A referendum is not an election. No politician in their right mind would wilfully ignore a referendum with a significant majority. However, a referendum with a tiny majority is much more difficult for them to act upon. It is not exactly a mandate. Let's not forget that 48% of those who voted might well vote for a party that would ignore the referendum result!

In my view, they're going to have to come up with some sort of agreement that makes the Leave voters feel that they have been listened to but which doesn't completely fuck the economy. Realistically, the only option is some sort of EEA agreement. In the long-term, this will leave us worse off than we currently are because we wouldn't have a voice in the EU, but would still have to comply with a lot of their regulations, but the negotiators would be hoping most leave voters might not actually realise this for a while.

ItsAllGoingToBeFine Sun 26-Jun-16 13:08:01

Either way is completely chaos, and while the supposed leaders of the country are in hiding doing nothing the leaders of the eU get more and more pissed off.

The EU has said they will not negotiate until article 50 is invoked,and as a PP said the deal DC had negotiated is back off the table.

The Scottish parliament could veto the Brexit but that would not go down well. The WM parliament could override Scotland but that would not go down well either.

The Tories and there little power games have seriously fucked over the country, and now they are in hiding instead if leaving. And of course labour is not stepping up, they have decided this is an ideal time to throw their party into chaos too

Glitteryfrog Sun 26-Jun-16 13:08:23

I'm remain - but I've reached 'we've voted out, no let's deal with it

Some of it will depend if other countries also have referendums and vote out.(or are very close to results.)
If the Dutch, French and Italians call for out then it might lead to a restructuring of the EU.
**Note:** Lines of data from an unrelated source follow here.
/** Scores ranges of queries one after another with the same scratch arrays (ranges may come in any order). */
export class RangeScorer {
  private readonly scorer: QueryScorer;
  private readonly ranking = new QueryRanking();
  private readonly seen: SeenItems;
  private readonly columns: RankedDump;
  private readonly tauIndex: number;
  /** Queries from here on have no row in the run (judged queries added under missing queries `zero`). */
  private readonly firstAbsent: number;
  /** The sensitivity pass scores at the scorer's headline cut-off, so it takes the scorer's configured-gain values. */
  private readonly sharesConfigured: boolean;

  constructor(
    private readonly setup: EvaluationSetup,
    dump: RankedDump | ScoredColumns,
    private readonly perQuery: PerQueryColumns,
    private readonly sensitivity: SensitivityPass | undefined,
  ) {
    // QueryRanking reads only item, score and label.
    this.columns = dump as RankedDump;
    this.seen = new SeenItems();
    this.scorer = new QueryScorer(setup.conventions, setup.metrics, setup.gmax);
    this.tauIndex = setup.metrics.findIndex(isPairMeasure);
    this.firstAbsent = dump.unretrieved?.firstAbsentQuery ?? Infinity;
    this.sharesConfigured = sensitivity !== undefined && sensitivity.k === this.scorer.headlineK;
  }

  /** Adds queries [from, to) to `tally`. */
  score(from: number, to: number, tally: RangeTally, options: Pick<EvaluateOptions, 'signal' | 'onProgress'> = {}): void {
    const { metrics, conventions, groups } = this.setup;
    const { scorer, ranking, seen, columns, perQuery, sensitivity, tauIndex } = this;
    const degenerate = tally.degenerate;
    const values = perQuery.values;
    const skipPolicy = conventions.noRelevant === 'skip';
    const count = to - from;
    const step = Math.max(1, Math.min(4096, Math.ceil(count / 100)));
    const noRelevantBefore = sensitivity?.noRelevantQueries ?? 0;

    for (let q = from; q < to; q++) {
      if ((q - from) % step === 0) {
        if (options.signal?.aborted) throw new CancelledError();
        options.onProgress?.((q - from) / count);
      }
      ranking.load(columns, groups.rowsOfQuery, groups.start[q]!, groups.start[q + 1]!, seen, groups.values);
      ranking.setUnretrieved(columns.unretrieved, q);
      if (perQuery.unretrieved) perQuery.unretrieved[q] = ranking.unretrieved;
      if (q >= this.firstAbsent) {
        this.scoreAbsent(q, tally);
        continue;
      }
      scorer.score(ranking);
      const n = ranking.n;
      perQuery.items[q] = n;
      perQuery.relevant[q] = scorer.relevant;
      for (let m = 0; m < metrics.length; m++) values[m]![q] = scorer.values[m]!;
      degenerate.duplicateRows += ranking.duplicates;
      degenerate.missingScoreRows += ranking.missingScores;
      degenerate.unjudgedRows += ranking.unjudgedRows;
      degenerate.tiedScoreRows += ranking.tiedRows;
      if (n === 0) tally.emptyQueries++;
      if (n === 1) degenerate.singleItemQueries++;
      const skipped = scorer.noRelevant && skipPolicy;
      if (scorer.noRelevant) degenerate.noRelevantQueries++;
      perQuery.skipped[q] = skipped ? 1 : 0;
      perQuery.inversions[q] = skipped ? NaN : scorer.pairs.discordant;
      perQuery.inversionCost[q] = skipped ? NaN : scorer.inversionCost;
      if (perQuery.rbpResidual) perQuery.rbpResidual[q] = skipped ? NaN : scorer.rbpResidual;
      if (tauIndex >= 0 && !skipped && Number.isNaN(scorer.pairs.tau)) tally.tauUndefined++;
      sensitivity?.add(ranking, scorer.grades, scorer.noRelevant, q, scorer.idealGrades, this.sharesConfigured ? scorer.configuredGain : undefined);
    }
    tally.sensitivityNoRelevant += (sensitivity?.noRelevantQueries ?? 0) - noRelevantBefore;
  }

  /**
   * A judged query the run has no row for, under missing queries `zero`: 0 on every metric and never
   * skipped, as evaluation campaigns count a topic a system did not answer (common practice). Its judged
   * items are all unretrieved; nothing is inverted. The rows under other conventions count it as 0 too.
   */
  private scoreAbsent(q: number, tally: RangeTally): void {
    const perQuery = this.perQuery;
    perQuery.items[q] = 0;
    let relevant = 0;
    const side = this.columns.unretrieved!;
    for (let e = side.start[q]!; e < side.start[q + 1]!; e++) if (side.grade[e]! >= this.setup.conventions.relevantFrom) relevant++;
    perQuery.relevant[q] = relevant;
    for (let m = 0; m < this.setup.metrics.length; m++) perQuery.values[m]![q] = 0;
    perQuery.skipped[q] = 0;
    perQuery.inversions[q] = 0;
    perQuery.inversionCost[q] = 0;
    if (perQuery.rbpResidual) perQuery.rbpResidual[q] = 0;
    this.sensitivity?.addAbsent(q);
    tally.absentQueries++;
  }
}
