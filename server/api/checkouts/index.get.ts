import { CAN } from '#shared/auth/roles'
import { CheckoutListQuery } from '#shared/schemas/custody'

// "My check-outs" and "Overdue": the open check-outs a technician or manager works from.
export default defineEventHandler(async (event) => {
  const user = requireRole(event, ...CAN.custody)
  const { scope } = queryValid(event, CheckoutListQuery)
  const items = await openCheckouts(useDb(), scope, user.id)
  return { scope, items }
})
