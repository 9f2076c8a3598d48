import { useEffect, useMemo, useState } from 'react';
import { loadUnitParser, unitParserReady } from '@/features/solver';
import type { FormCheck } from '../form-check';

/**
 * A calculator's checked input and the last one that passed: while a field is refused the last
 * results stay on screen (dimmed by the caller). Text with units waits for the unit parser, then
 * is read again.
 */
export function useChecked<T, I>(text: T, check: (text: T) => FormCheck<I>): { current: FormCheck<I>; lastGood: I | null } {
  const [parserReady, setParserReady] = useState(unitParserReady);
  // Once the parser has loaded the same text reads differently: its readiness is part of the key.
  const current = useMemo(() => (parserReady ? check(text) : check(text)), [text, check, parserReady]);
  const pending = !current.ok && current.pending;
  useEffect(() => {
    if (!pending || parserReady) return;
    let live = true;
    void loadUnitParser().then(() => {
      if (live) setParserReady(true);
    });
    return () => {
      live = false;
    };
  }, [pending, parserReady]);
  // Kept from an earlier render (React's "storing information from previous renders").
  const [kept, setKept] = useState<I | null>(null);
  if (current.ok && current.input !== kept) setKept(current.input);
  return { current, lastGood: current.ok ? current.input : kept };
}
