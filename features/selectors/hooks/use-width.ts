import { useCallback, useState } from 'react';
import type { LayoutChangeEvent } from 'react-native';

/** Width of a column, measured after layout, for the plots to fit. */
export function useWidth(initial: number) {
  const [width, setWidth] = useState(initial);
  const onLayout = useCallback((event: LayoutChangeEvent) => {
    const next = Math.round(event.nativeEvent.layout.width);
    setWidth((current) => (Math.abs(current - next) >= 1 ? next : current));
  }, []);
  return [width, onLayout] as const;
}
I assumed that Cameron would say 'I'm out of here... by the way I'm dropping off article 50 on the way past Brussels. You lot deal with it'

hubris Sun 26-Jun-16 13:10:47

If this vote is ignored, it would be a highly anti-democratic act.
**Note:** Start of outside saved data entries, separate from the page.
For the long-run benchmark (bench_run8h.py) and its small test. The run:
  streams   cap_amp (int16, 1 kHz, V), coil_current (int16, 1 kHz, A),
            gyro_z (int16, 100 Hz, rad/s), coil_state (int8 state stream, 100 Hz)
  rotor     blocks of block_s (stopped, ccw, cw, stopped, cw, ccw, ...), ramps
            between them; the coil pulsed +, off, -, off (pulse_s each) inside
            each block by the board's program, every switch an EV_COIL event
  frames    full SAMPLES frames, STATUS every 5 s, DESCRIPTOR every 10 s, SYNC
            replies, END
  laptop    a PING every second (capture TX records), receive times with
            one-sided delays (sim.clocks), the board clock skew_ppm fast, a few
            disconnections (the frames sent meanwhile asked for again with RESEND
            and resent) and rare single lost notifications (most resent too)
The physics are the rig's (sim/rig.py: its coil current, its amplifier terms
and its truth), computed chunk by chunk (chunk_blocks blocks at a time) with
the drift, the random walk and the amplifier's filter carried across chunks,
so memory stays flat whatever the length. SAMPLES frames use wire's header
and sample layout, sealed with the C `cobs` package (as run_bench.write_capture
does) to write hundreds of MB in seconds; every other frame is wire.Encoder's.

Invented data, a scenario of our own.

    .venv/bin/python tests/bench/long_run.py --hours 0.5 OUT.slcap
"""

from __future__ import annotations

import argparse
import json
import math
import struct
import sys
import time
import zlib
from dataclasses import dataclass, field
from pathlib import Path
from typing import Any

import numpy as np
from cobs.cobs import encode as cobs_encode
from scipy.signal import lfilter

from slipless import __version__
from slipless.io.capture import EVENT, RX, TX, CaptureWriter
from slipless.model import physics
from slipless.protocol import wire
from slipless.sim import rig
from slipless.sim.clocks import TICK_HZ, ClockSim

H, B = ord("h"), ord("b")
ANCHOR_NS = 1_700_000_000_000_000_000  # wall minus monotonic clock of the simulated laptop
FW = (0, 4, 0)
SEND_AFTER_US = 300  # a full frame leaves this long after its last sample
EVENT_DELAY_US = 20_000  # coil events go out with the next batch
GYRO_PERIOD_US = 10_000
STATE_PERIOD_US = 10_000
ROTOR_PATTERN = (0.0, rig.TWO_PI, -rig.TWO_PI, 0.0, -rig.TWO_PI, rig.TWO_PI)
_SAMPLES_HEAD = struct.Struct("<BHHIBI")  # wire.HEADER + wire.SAMPLES_FIXED
_VK_SAMPLES = (wire.VERSION << 4) | wire.SAMPLES


@dataclass
class LongRun:
    hours: float = 8.0
    seed: int = 1
    board: int = 1
    run: int = 1
    skew_ppm: float = 20.0  # board fast
    block_s: float = 30.0
    chunk_blocks: int = 20  # blocks computed at a time (10 min): bounds the generator's memory
    start_tick: int = 3_000_000
    offset_s: float = 5000.0  # laptop monotonic time at board tick 0
    outages_per_hour: float = 0.4  # at least one in any run
    outage_s: tuple[float, float] = (3.0, 12.0)
    lost_p: float = 2e-4  # single notifications lost on the radio
    lost_for_good_p: float = 0.2  # ... whose resent copy is lost too
    rig: rig.RigConfig = field(default_factory=rig.RigConfig)

    @property
    def seconds(self) -> float:
        """Whole blocks only, at least one."""
        return max(1, round(self.hours * 3600 / self.block_s)) * self.block_s

    @property
    def n_blocks(self) -> int:
        return int(round(self.seconds / self.block_s))

    def rates(self) -> np.ndarray:
        return np.resize(np.asarray(ROTOR_PATTERN), self.n_blocks)

    def clock(self) -> ClockSim:
        return ClockSim(seconds=self.seconds, skew_ppm=self.skew_ppm, offset_s=self.offset_s,
                        start_tick=self.start_tick, stall_every_s=120.0, seed=self.seed)

    def truth(self) -> dict[str, float]:
        return self.rig.truth()

    def streams(self) -> list[tuple[Any, ...]]:
        us = TICK_HZ // self.rig.rate_hz
        c = self.rig
        return [(0, H, 0, us, c.cap_scale, 0.0, "cap_amp", "V"),
                (1, H, 0, us, c.current_scale, 0.0, "coil_current", "A"),
                (2, H, 0, GYRO_PERIOD_US, c.gyro_scale, 0.0, "gyro_z", "rad/s"),
                (3, B, wire.FLAG_STATE, STATE_PERIOD_US, 1.0, 0.0, "coil_state", "")]


@dataclass
class Outage:
    down_s: float  # laptop monotonic seconds
    up_s: float


@dataclass
class Written:
    path: Path
    records: int = 0
    frames: int = 0
    samples: int = 0
    outages: list[Outage] = field(default_factory=list)
    resent: int = 0
    lost: int = 0  # frames never obtained
    pulses: int = 0  # coil switched on (either sign)
    seconds: float = 0.0


def _seal(body: bytes) -> bytes:
    return cobs_encode(body + zlib.crc32(body).to_bytes(4, "little")) + b"\x00"


# ---- physics, one chunk at a time -------------------------------------------------------
@dataclass
class _Carry:
    """What crosses a chunk boundary so the signals stay continuous."""

    walk_v: float = 0.0
    zi: np.ndarray = field(default_factory=lambda: np.zeros(1))
    prev_rate: float = 0.0


def _rotation(rates: np.ndarray, prev: float, block_s: float, ramp_s: float,
              t: np.ndarray) -> np.ndarray:
    """rig.rotation with the previous block's rate carried in (ramps at chunk starts too)."""
    k = np.minimum((t // block_s).astype(np.int64), len(rates) - 1)
    before = np.concatenate(([prev], rates[:-1]))[k]
    frac = np.clip((t - k * block_s) / ramp_s, 0.0, 1.0)
    return before + (rates[k] - before) * frac


def _counts(x: np.ndarray, scale: float) -> np.ndarray:
    return np.clip(np.round(x / scale), -32768, 32767).astype("<i2")


def _chunk_signals(lr: LongRun, rates: np.ndarray, t0_s: float, carry: _Carry,
                   rng: np.random.Generator) -> dict[str, np.ndarray]:
    """Counts of every stream over the chunk's blocks (board seconds from t0_s)."""
    cfg = rig.RigConfig(**{**vars(lr.rig), "blocks_rad_s": tuple(rates.tolist()),
                           "block_s": lr.block_s})
    n = int(round(cfg.seconds * cfg.rate_hz))
    t = np.arange(n) / cfg.rate_hz
    cmd_t, cmd_state = rig.coil_program(cfg)
    cur, didt = rig.coil_current(cfg, t, cmd_t, cmd_state)
    earth = physics.earth_vertical_rate(cfg.latitude_deg)
    w = _rotation(rates, carry.prev_rate, lr.block_s, cfg.ramp_s, t) + earth
    truth = cfg.truth()
    into_amp = (truth["d"] * cur * w + cfg.leak_v_per_a * cur + cfg.pickup_v_s_per_a * didt
                + cfg.heating_v_per_a * np.abs(cur) + cfg.spin_v_per_rad_s * w)
    a = math.exp(-1.0 / (cfg.rate_hz * cfg.amp_tau_s))
    if not carry.zi.any():
        carry.zi = np.array([a * into_amp[0]])  # the amplifier starts settled
    amp, carry.zi = lfilter([1.0 - a], [1.0, -a], into_amp, zi=carry.zi)
    walk = carry.walk_v + np.cumsum(rng.normal(0.0, cfg.walk_v_per_rt_s / math.sqrt(cfg.rate_hz), n))
    carry.walk_v = float(walk[-1])
    noise = np.hypot(cfg.noise_v, cfg.vibration_v_per_rad_s * np.abs(w))
    cap = amp + cfg.drift_v_per_s * (t0_s + t) + walk + noise * rng.standard_normal(n)
    shunt = cur + rng.normal(0.0, cfg.current_noise_a, n)
    gt = np.arange(int(round(cfg.seconds * 1e6 / GYRO_PERIOD_US))) * (GYRO_PERIOD_US / 1e6)
    gyro = (_rotation(rates, carry.prev_rate, lr.block_s, cfg.ramp_s, gt) + earth
            + cfg.gyro_bias_rad_s + rng.normal(0.0, cfg.gyro_noise_rad_s, gt.size))
    carry.prev_rate = float(rates[-1])
    st = np.arange(int(round(cfg.seconds * 1e6 / STATE_PERIOD_US))) * (STATE_PERIOD_US / 1e6)
    idx = np.searchsorted(cmd_t, st, side="right") - 1
    state = np.where(idx >= 0, cmd_state[np.maximum(idx, 0)], 0).astype("<i1")
    return {"cap": _counts(cap, cfg.cap_scale), "cur": _counts(shunt, cfg.current_scale),
            "gyro": _counts(gyro, cfg.gyro_scale), "state": state,
            "cmd_t": cmd_t, "cmd_state": cmd_state}


# ---- frames, one chunk at a time ----------------------------------------------------------
Job = tuple[int, int, Any]  # send tick, order among equal ticks, what to build


def _sample_jobs(stream: int, counts: np.ndarray, first_tick: int, period_us: int,
                 per: int) -> list[Job]:
    out: list[Job] = []
    raw = counts.tobytes()
    size = counts.itemsize
    for i in range(0, counts.size, per):
        j = min(i + per, counts.size)
        out.append((first_tick + (j - 1) * period_us + SEND_AFTER_US, 1,
                    (stream, first_tick + i * period_us, raw[i * size : j * size])))
    return out
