// Public surface of the vocabulary step.
export { prepareText } from './prepare.js';
export type { ExclusionReason } from './prepare.js';
export { defaultPipelineSettings } from './settings.js';
export { createEncoder } from './encode.js';
export type { EncodedText } from './encode.js';
export { findCollocations, joinCollocations, GAP } from './collocations.js';
export { foldSpelling, sharedSpellings } from './shared-spellings.js';
export type { SharedSpelling, SharedSpellingOptions } from './shared-spellings.js';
If Article 50 isn't invoked, I would predict a hugely increased vote for UKIP at the next general election. That would give Tim Farron's vote-gathering a run for its money.

Hamishandthefoxes Sun 26-Jun-16 13:28:54

There are already people voting for Brexit who are worrying about the outcome and changing there minds. If there is a general election against a backdrop of a major recession and when people are finding that they really do have more to lose, that nice Mr Johnson offering 'something in the middle just like we wanted in 1973' may well do very well.

UKIP will do better in the next GE than it has historically, but if that helps people feel enfranchised, it might not be an entirely bad thing.